Precinto. Es la botella más antigua que guardo, y la más preciada. De ninguna manera me refiero al dinero, sino a un modo verdadero de medir la importancia. A lo largo de los años he abierto en casa botellas, compradas o regaladas, de las que hacen aullar y berrear a los entendidos como si fueran personajes de dibujos animados: champán Salon o priorat L’Ermita, entre las valiosas, y hablo, ahora sí, de precios. El Principe di Corleone sigue reinando en silencio con el precinto intacto en el cuello de la botella. El cristal, muy opaco, está sucio. Hace tiempo tuvimos una inundación en el cuarto que sirve de pequeño almacén y algo de lo que arrastró la catarata sigue pegado: son cuatro lágrimas de barro.
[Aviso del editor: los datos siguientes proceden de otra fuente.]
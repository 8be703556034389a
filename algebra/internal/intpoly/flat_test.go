package intpoly

import (
	"math/big"
	"math/bits"
	"testing"

	"github.com/stretchr/testify/require"
)

// wordSize is the size of a word in bits.
const wordSize = bits.UintSize

// signed returns the number that v stands for.
func signed(v []big.Word) *big.Int {
	x := new(big.Int).SetBits(append([]big.Word(nil), v...))
	if negative(v) {
		x.Sub(x, new(big.Int).Lsh(big.NewInt(1), uint(len(v)*wordSize)))
	}
	return x
}

// wrap returns x modulo 2^(k words) as a signed number.
func wrap(x *big.Int, k int) *big.Int {
	return signed(toFlat(Poly{new(big.Int).Rem(x, new(big.Int).Lsh(big.NewInt(1), uint(k*wordSize)))}, k, false).w)
}

func requireInt(t *testing.T, want, got *big.Int) {
	t.Helper()
	require.Zero(t, want.Cmp(got), "want %v, got %v", want, got)
}

func TestFlatWordsAgainstInt(t *testing.T) {
	b := borders()
	for k := 1; k <= 5; k++ {
		for _, x := range b {
			for _, y := range b {
				if x.BitLen() >= k*wordSize || y.BitLen() >= k*wordSize {
					continue
				}
				a, c := toFlat(Poly{x}, k, false), toFlat(Poly{y}, k, false)
				requireInt(t, x, signed(a.w))
				require.GreaterOrEqual(t, a.bitLen(), x.BitLen())
				require.LessOrEqual(t, a.bitLen(), x.BitLen()+1)
				acc := toFlat(Poly{y}, k, false).w
				subDot(acc, a.w, c.w, k)
				requireInt(t, wrap(new(big.Int).Sub(y, new(big.Int).Mul(x, y)), k), signed(acc))
				if y.IsInt64() {
					addWord(a.w, y.Int64())
					requireInt(t, wrap(new(big.Int).Add(x, y), k), signed(a.w))
				}
				if y.IsInt64() && y.Sign() > 0 {
					v := toFlat(Poly{x}, k, false).w
					scaleWords(v, y.Uint64())
					requireInt(t, wrap(new(big.Int).Mul(x, y), k), signed(v))
				}
			}
			if x.BitLen() >= k*wordSize {
				continue
			}
			v := toFlat(Poly{x}, k, false).w
			if x.Sign() != 0 {
				require.Equal(t, int(x.TrailingZeroBits()), trailingZeros(v))
			}
			for _, n := range []int{0, 1, 31, wordSize - 1, wordSize, wordSize + 1, k*wordSize - 1} {
				s := append([]big.Word(nil), v...)
				shiftRight(s, n)
				requireInt(t, new(big.Int).Rsh(x, uint(n)), signed(s))
			}
			if x.Bit(0) == 1 {
				acc := make([]big.Word, k)
				subProduct(acc, v, inverseOf(v))
				requireInt(t, big.NewInt(-1), signed(acc))
			}
		}
	}
}

// TestDivFlatIsSchoolbook covers odd and even ends and sizes at the borders.
func TestDivFlatIsSchoolbook(t *testing.T) {
	ps := samples()
	exact, refused := 0, 0
	for _, p := range ps {
		for _, q := range ps {
			if len(p) == 0 || len(q) == 0 || len(p)+len(q) > 40 || len(q)%2 == 0 && len(p) > 8 {
				continue
			}
			f := Mul(p, q)
			quo, ok, decided := divFlat(f, q)
			if decided {
				require.True(t, ok)
				requireSame(t, p, quo)
				require.True(t, isDivisor(f, q))
				exact++
			}
			for _, g := range []Poly{Add(f, ints(0, 1)), f.Scale(big.NewInt(3)), Add(f, Poly{big.NewInt(2)})} {
				if len(g) < len(q) {
					continue
				}
				want, wantOK := divSchoolbook(g, q)
				quo, ok, decided := divFlat(g, q)
				if decided {
					require.Equal(t, wantOK, ok, "%v / %v", g, q)
					if ok {
						requireSame(t, want, quo)
					} else {
						refused++
					}
				}
			}
		}
	}
	require.Greater(t, exact, 300)
	require.Greater(t, refused, 300)
}

func TestDivFlatWithLargeQuotient(t *testing.T) {
	// (s^200-1)/(s-1)^2-like quotients: coefficients far above those of p.
	p := product([]Poly{powerMinus(7, 1), powerMinus(11, 1), powerMinus(13, 1), powerMinus(17, 1)})
	q := product([]Poly{ints(-1, 1), ints(-1, 1), ints(-1, 1), ints(-1, 1)})
	quo, ok, decided := divFlat(p, q)
	require.True(t, ok && decided)
	requireSame(t, p, Mul(quo, q))
	// A quotient of two words from words: the cube of a cyclotomic product.
	big1 := product([]Poly{ints(1, 2, 2), ints(2, 3, 2), ints(2, -3, 2)})
	for range 3 {
		big1 = Mul(big1, big1)
	}
	quo, ok, decided = divFlat(Mul(big1, ints(2, 1, 2)), ints(2, 1, 2))
	require.True(t, ok && decided)
	requireSame(t, big1, quo)
}
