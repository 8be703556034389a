package intpoly

import (
	"context"
	"math/big"
)

// Factor is a polynomial together with its multiplicity.
type Factor struct {
	P    Poly
	Mult int
}

// SquareFree returns the primitive, square-free, pairwise coprime parts of
// p = content prod P^Mult with positive leading coefficients and ascending
// multiplicities; none for a constant. Cost: a few gcds.
//
// Source: Yun, On square-free decomposition algorithms, SYMSAC 1976.
func SquareFree(p Poly) []Factor {
	parts, _ := squareFree(context.Background(), p) // never cancelled
	return parts
}

// squareFree is SquareFree with cancellation.
func squareFree(ctx context.Context, p Poly) ([]Factor, error) {
	if len(p) < 2 {
		return nil, nil
	}
	_, p = p.Primitive()
	d := p.Derivative()
	g, err := gcd(ctx, p, d)
	if err != nil {
		return nil, err
	}
	if g.Degree() == 0 {
		return []Factor{{p, 1}}, nil
	}
	var parts []Factor
	c := quotient(p, g)
	w := Sub(quotient(d, g), c.Derivative())
	for i := 1; ; i++ {
		if len(w) == 0 { // all that is left has multiplicity i
			return append(parts, Factor{positive(c), i}), nil
		}
		a, err := gcd(ctx, c, w)
		if err != nil {
			return nil, err
		}
		if a.Degree() > 0 {
			parts = append(parts, Factor{a, i})
		}
		c = quotient(c, a)
		w = Sub(quotient(w, a), c.Derivative())
	}
}

// quotient returns p / q for a known divisor q.
func quotient(p, q Poly) Poly {
	if q.Degree() == 0 && q[0].IsInt64() && q[0].Int64() == 1 {
		return p
	}
	r, ok := DivExact(p, q)
	if !ok {
		panic("intpoly: a known divisor does not divide")
	}
	return r
}

// positive returns p or -p, whichever has a positive leading coefficient.
func positive(p Poly) Poly {
	if len(p) > 0 && p.lead().Sign() < 0 {
		return p.Scale(big.NewInt(-1))
	}
	return p
}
La etiqueta tiene una rotura en la parte más alta junto al escudo, bien sea un león o una gallina de fuego.
Superstición. Me resisto a abrirla porque si lo hago –es una inmensa tontería, una superstición idiota– quien me la regaló se irá de forma definitiva. Es el apego a algo físico que me entregó una persona que ya no está. Fue el obsequio de un gran amigo, Jordi Saladrigas, periodista y compañero de mesa y de anhelos y desencantos, que murió joven, sin cumplir los 40. Cada vez que alguien fallece, no sé qué hacer con el número de teléfono alojado en mi móvil. Borrarlo es desanudar el cabo y que la barca desaparezca en la oscuridad. Hacerse mayor implica tener cada vez más teléfonos de muertos en la memoria del móvil.
Trigal. Jordi había viajado a Corleone, en Sicilia, para hacer un reportaje sobre lo que quedaba de la mafia y, aunque es una fraternidad de sangre y muerte, el cine, la tele y la literatura han conseguido dar al crimen un aire de peligrosa irrealidad. La compró, sin duda, porque llevaba impresa la palabra ‘Corleone’. Sea como fuere, El Padrino es una obra maestra y Corleone, más que un apellido. Años después, también fui a esa población a menos de 60 kilómetros de Palermo, rodeada de trigales de donde el novelista Mario Puzo sacó el apellido para don Vito, si bien Coppola no rodó allí ninguna escena. El viaje también fue, de alguna manera, un homenaje a Jordi. Me horroricé al visitar el Centro Internazionale di Documentazione sulla Mafie y el rastro de los asesinos, y escribí el texto Padrineando.
Cobardía. ¿Por qué no descorcho el Principe di Corleone? Por supuesto me amargaría que el vino no estuviera en condiciones porque habría fracasado en mi única responsabilidad: la conservación. Mientras siga cerrada, permanece la esperanza, aunque teñida de cobardía. El tinto tiene ya 26 años. Sé que a esa edad una persona es joven y un vino, viejo. He probado tintos de los años 20 del siglo XX y lo único que se podía decir de aquel líquido era que seguía activo, aunque con tenue latir, que se podía beber y que no perjudicaría la salud. Imagino que el cabernet sauvignon de la botella corleonesa, aunque las viñas de la empresa estén en Monreale, junto a Palermo, conserva un hilillo de respiración, el color desgastado y la vivacidad marchita: hay que aceptar eso. Otra cosa es que, al abrirlo, el contenido sea imbebible y haya que tirarlo por el fregadero. La decepción, y el luto repetido.
Botella. En este vino vive mi amigo y, cuando lo beba, solo quedará una botella vacía.